**Exercise brief**
From the line with "value : Any" to the line with "value = value.item()", retype every line exactly, including those two, and leave out the rest of the data below.

**Source data**
def _validity(missing: np.ndarray) -> Any:
    """Arrow's validity bitmap (1 = present, least significant bit first), None when full."""
    import pyarrow as pa

    if not missing.any():
        return None
    return pa.py_buffer(np.packbits(~missing, bitorder="little"))


def write_tables(
    outdir: str | os.PathLike[str],
    cells: Table | pd.DataFrame,
    sweeps: Table | pd.DataFrame,
    spikes: Table | pd.DataFrame | None = None,
) -> dict[str, Path]:
    """Write ``cells.csv``, ``cells.parquet``, ``sweeps.csv`` (and ``spikes.csv``) atomically.

    Parameters
    ----------
    outdir : str or os.PathLike
        Output folder (created if missing).
    cells, sweeps : Table or pandas.DataFrame
        From :func:`cells_table` and :func:`sweeps_table` (or their ``*_frame`` forms).
    spikes : Table or pandas.DataFrame or None
        From :func:`spikes_table`; ``spikes.csv`` is written only when given.

    Returns
    -------
    dict
        File name -> path written.
    """
    out = Path(outdir)
    out.mkdir(parents=True, exist_ok=True)
    written = {
        "cells.csv": atomic_write_text(out / "cells.csv", table_to_csv(cells)),
        "sweeps.csv": atomic_write_text(out / "sweeps.csv", table_to_csv(sweeps)),
    }
    with atomic_path(out / "cells.parquet") as tmp:
        write_parquet(cells, tmp)
    written["cells.parquet"] = out / "cells.parquet"
    if spikes is not None:
        written["spikes.csv"] = atomic_write_text(out / "spikes.csv", table_to_csv(spikes))
    return written


_JSON_PLAIN = frozenset((str, int, bool, type(None)))


def to_jsonable(value: Any) -> Any:
    """Plain JSON types only: NaN/inf -> null (JSON has no NaN), numpy -> Python, paths -> str.

    Parameters
    ----------
    value : Any
        Nested mappings, sequences and scalars.

    Returns
    -------
    Any
        The same structure made of dict, list, str, int, float, bool and None.
    """
    kind = type(value)
    if kind is float:
        return value if math.isfinite(value) else None
    if kind in _JSON_PLAIN:  # before any ABC check: with matplotlib and pandas loaded, the
        return value  # first isinstance(x, Mapping) of each type scans thousands of classes
    if isinstance(value, Mapping):
        return {str(k): to_jsonable(v) for k, v in value.items()}
    if isinstance(value, list | tuple | set | frozenset | np.ndarray):
        return [to_jsonable(v) for v in value]
    if isinstance(value, np.generic):
        value = value.item()
    if isinstance(value, float) and not math.isfinite(value):
        return None
    if isinstance(value, bool | int | float | str) or value is None:
        return value
    if isinstance(value, _dt.datetime | _dt.date):
        return value.isoformat()
    if isinstance(value, os.PathLike):
        return os.fspath(value)
    if isinstance(value, BaseException):
        return f"{type(value).__name__}: {value}"
    return str(value)


def write_run_json(outdir: str | os.PathLike[str], info: Mapping[str, Any]) -> Path:
    """Write ``run.json``: what was run, on what, with which settings, and what went wrong.

    Parameters
    ----------
    outdir : str or os.PathLike
        Output folder (created if missing).
    info : Mapping
        Expected keys: ``version``, ``config`` (the full resolved config), ``inputs`` (list of
        ``{"path", "sha256"}``), ``started``, ``finished`` (ISO 8601 UTC or datetimes),
        ``counts``, ``errors`` (list of ``{"file", "message"}``). Other keys are kept.
        ``version`` defaults to the package version.

    Returns
    -------
    pathlib.Path
        The file written.
    """
    from pipeline import __version__

    record = {"version": __version__, **dict(info)}
    text = json.dumps(to_jsonable(record), indent=2, ensure_ascii=False, allow_nan=False)
    out = Path(outdir)
    out.mkdir(parents=True, exist_ok=True)
    return atomic_write_text(out / "run.json", text + "\n")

**Task output**
    value : Any
        Nested mappings, sequences and scalars.

    Returns
    -------
    Any
        The same structure made of dict, list, str, int, float, bool and None.
    """
    kind = type(value)
    if kind is float:
        return value if math.isfinite(value) else None
    if kind in _JSON_PLAIN:  # before any ABC check: with matplotlib and pandas loaded, the
        return value  # first isinstance(x, Mapping) of each type scans thousands of classes
    if isinstance(value, Mapping):
        return {str(k): to_jsonable(v) for k, v in value.items()}
    if isinstance(value, list | tuple | set | frozenset | np.ndarray):
        return [to_jsonable(v) for v in value]
    if isinstance(value, np.generic):
        value = value.item()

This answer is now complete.